Reinert did have an option. He could have found a way around paying the tax. Except it would have been illegal. Sort of like people working off the books to avoid paying income tax on their earnings. That's what many small-business people in Reinert's position are doing--fudging their import records. It's polite language for falsifying government documents. Each distinct type of product imported into the U.S. is assigned an individual code number. The tariff is collected on the basis of the code numbers. Thus changing a single numeral in the code will convert a taxable product into one that is not subject to tax.

Are the people doing this comfortable with their deception, which an ambitious federal prosecutor could turn into a conviction accompanied by a large fine and prison sentence? Absolutely not. But it's a matter of survival. Further, they figure, if the U.S. government decides to take care of a multinational business whose owner, his family and his fellow executives contribute millions of dollars to political candidates and their parties--and to punish small businesses whose owners do not contribute--then why not cheat?

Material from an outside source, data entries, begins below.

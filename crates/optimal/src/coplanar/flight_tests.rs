//! Solved flights against outside values, and laws they must obey.

use orbits::units;
use proptest::prelude::*;

use super::*;
use crate::certificate::Verdict;
use crate::coplanar::solve::{Route, solve};

fn flown(start_radius: f64, target_radius: f64, ac_mm_s2: f64) -> Flown {
    let problem = Problem { start_radius, target_radius, lightness: units::lightness(ac_mm_s2) };
    let solved = solve(&problem).expect("the table covers this flight");
    fly(&problem, &solved.unknowns).expect("a solved flight flies")
}

#[test]
fn the_evidence_of_a_solved_flight_is_good() {
    for (target, ac) in [(1.52371034, 1.0), (0.38709927, 0.25), (5.202887, 0.5), (30.0, 0.06), (1.0001, 3.0)]
    {
        let flight = flown(1.0, target, ac);
        assert_eq!(flight.evidence.verdict(), Verdict::Converged, "{target} au, {ac}: {:?}", flight.evidence);
        assert!(flight.final_eccentricity < 1e-6);
    }
}

#[test]
fn a_spoilt_costate_is_caught() {
    let problem = Problem { start_radius: 1.0, target_radius: 1.52371034, lightness: 0.17 };
    let mut solved = solve(&problem).expect("the table covers this flight");
    solved.unknowns.costate = (solved.unknowns.costate + nalgebra::Vector3::new(1e-3, 0.0, 0.0)).normalize();
    let flight = fly(&problem, &solved.unknowns).expect("it flies, to the wrong place");
    assert_eq!(flight.evidence.verdict(), Verdict::NotConverged);
}

#[test]
fn samples_run_from_start_to_end_in_order() {
    let flight = flown(0.72333566, 1.52371034, 0.8);
    let samples = &flight.trajectory.samples;
    let (first, last) = (samples[0], samples[samples.len() - 1]);
    assert_eq!(first.position, [0.72333566, 0.0, 0.0]);
    assert!((last.time / flight.time - 1.0).abs() < 1e-12);
    assert!((last.position[0].hypot(last.position[1]) / 1.52371034 - 1.0).abs() < 1e-7);
    assert!(samples.windows(2).all(|pair| pair[0].time <= pair[1].time));
    assert!((300..3000).contains(&samples.len()), "{} samples", samples.len());
}

#[test]
fn the_turn_rate_is_that_of_the_normal() {
    // Differences of the sampled normal, half a sample apart: second order in the sample spacing.
    let flight = flown(1.0, 1.52371034, 1.0);
    let normal = |s: &Sample| s.position[1].atan2(s.position[0]) + s.cone;
    for pair in flight.trajectory.samples.windows(2) {
        let mut turned = (normal(&pair[1]) - normal(&pair[0])).abs();
        turned = turned.min(std::f64::consts::TAU - turned);
        let rate = turned / (pair[1].time - pair[0].time);
        let middle = 0.5 * (pair[0].turn_rate + pair[1].turn_rate);
        assert!((rate - middle).abs() < 0.02 * (1.0 + middle), "{rate} against {middle} at {}", pair[0].time);
    }
}

proptest! {
    #![proptest_config(ProptestConfig::with_cases(40))]

    #[test]
    fn more_acceleration_is_never_slower(ratio_ln in -1.6..3.6f64, ac in 0.05..5.0f64, more in 1.001..1.5f64) {
        prop_assume!(ratio_ln.abs() > 1e-3);
        let (slow, fast) = (flown(1.0, ratio_ln.exp(), ac), flown(1.0, ratio_ln.exp(), ac * more));
        prop_assert!(fast.time < slow.time * (1.0 + 1e-9));
    }

    #[test]
    fn scaling_both_radii_scales_time_by_the_power_three_halves(
        ratio_ln in -1.6..1.6f64, ac in 0.1..5.0f64, scale in 0.3..3.0f64,
    ) {
        prop_assume!(ratio_ln.abs() > 1e-3);
        let (small, large) = (flown(1.0, ratio_ln.exp(), ac), flown(scale, scale * ratio_ln.exp(), ac));
        prop_assert!((large.time / small.time / scale.powf(1.5) - 1.0).abs() < 1e-9);
        // The law holds for the path too, which is flown in the start circle's own units and then stretched.
        let low = |f: &Flown| f.trajectory.distance_range().0;
        prop_assert!((low(&large) / low(&small) / scale - 1.0).abs() < 1e-9);
    }

    #[test]
    fn the_hamiltonian_is_constant_and_the_sail_never_pulls_sunward(ratio_ln in -1.6..3.6f64, ac in 0.05..6.0f64) {
        prop_assume!(ratio_ln.abs() > 1e-3);
        let flight = flown(1.0, ratio_ln.exp(), ac);
        prop_assert!(flight.evidence.hamiltonian_drift < 1e-8);
        prop_assert!(flight.trajectory.samples.iter().all(|s| s.cone.abs() <= std::f64::consts::FRAC_PI_2 + 1e-12));
    }
}

#[test]
fn sampled_nodes_of_the_guess_table_are_solutions() {
    use crate::coplanar::guess::{axes, look_up, node, table_node};
    let (closeness, lightness) = axes();
    for outward in [false, true] {
        for (i, j) in [(0, 0), (2, 12), (5, 3), (8, 7), (10, 1), (13, 10), (17, 0), (17, 12)] {
            let ln = closeness[i].exp();
            let ratio = if outward { ln } else { -ln }.exp();
            let problem = Problem { start_radius: 1.0, target_radius: ratio, lightness: lightness[j].exp() };
            let solved = solve(&problem).expect("a node is a solved flight");
            assert_eq!(solved.route, Route::Table);
            let (fresh, stored) = (node(&solved.unknowns), table_node(outward, i, j));
            for k in 0..4 {
                // Five decimals are stored, and the table was solved to a residual of 1e-8.
                assert!(
                    (fresh[k] - stored[k]).abs() < 2e-4,
                    "{outward} {i} {j}: {fresh:?} against {stored:?}"
                );
            }
            let guess = look_up(ratio, problem.lightness);
            assert!((guess.time / solved.unknowns.time - 1.0).abs() < 2e-4);
        }
    }
}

At age 80, Lindner sits atop a corporate agglomeration that includes American Financial Group, Inc., an insurance business (annual revenue: $4 billion); Chiquita Brands International, Inc., the fruit-and-vegetable giant ($2.7 billion); and an array of other businesses, including Provident Financial Group, Inc., a bank holding company (assets: $8 billion); and American Heritage Homes, one of Florida's largest builders.

At American Heritage, Lindner has been a business partner since 1996 with the king of Democratic fund raisers, Terence McAuliffe, described by an admiring Vice President Al Gore as "the greatest fund raiser in the history of the universe." McAuliffe has raised tens of millions of dollars for the Democratic Party, for President Clinton's 1996 re-election campaign, for the President's legal-defense fund, for the President's library and for Hillary Clinton's New York Senate run.

Since 1990, political contributions of $1,000 or more by Lindner, members of his family, his companies and their executives have added up to well over $5 million. Most of the money has gone to the Republican Party and its candidates. But at strategic moments, Lindner has made hefty contributions to the Clinton Administration.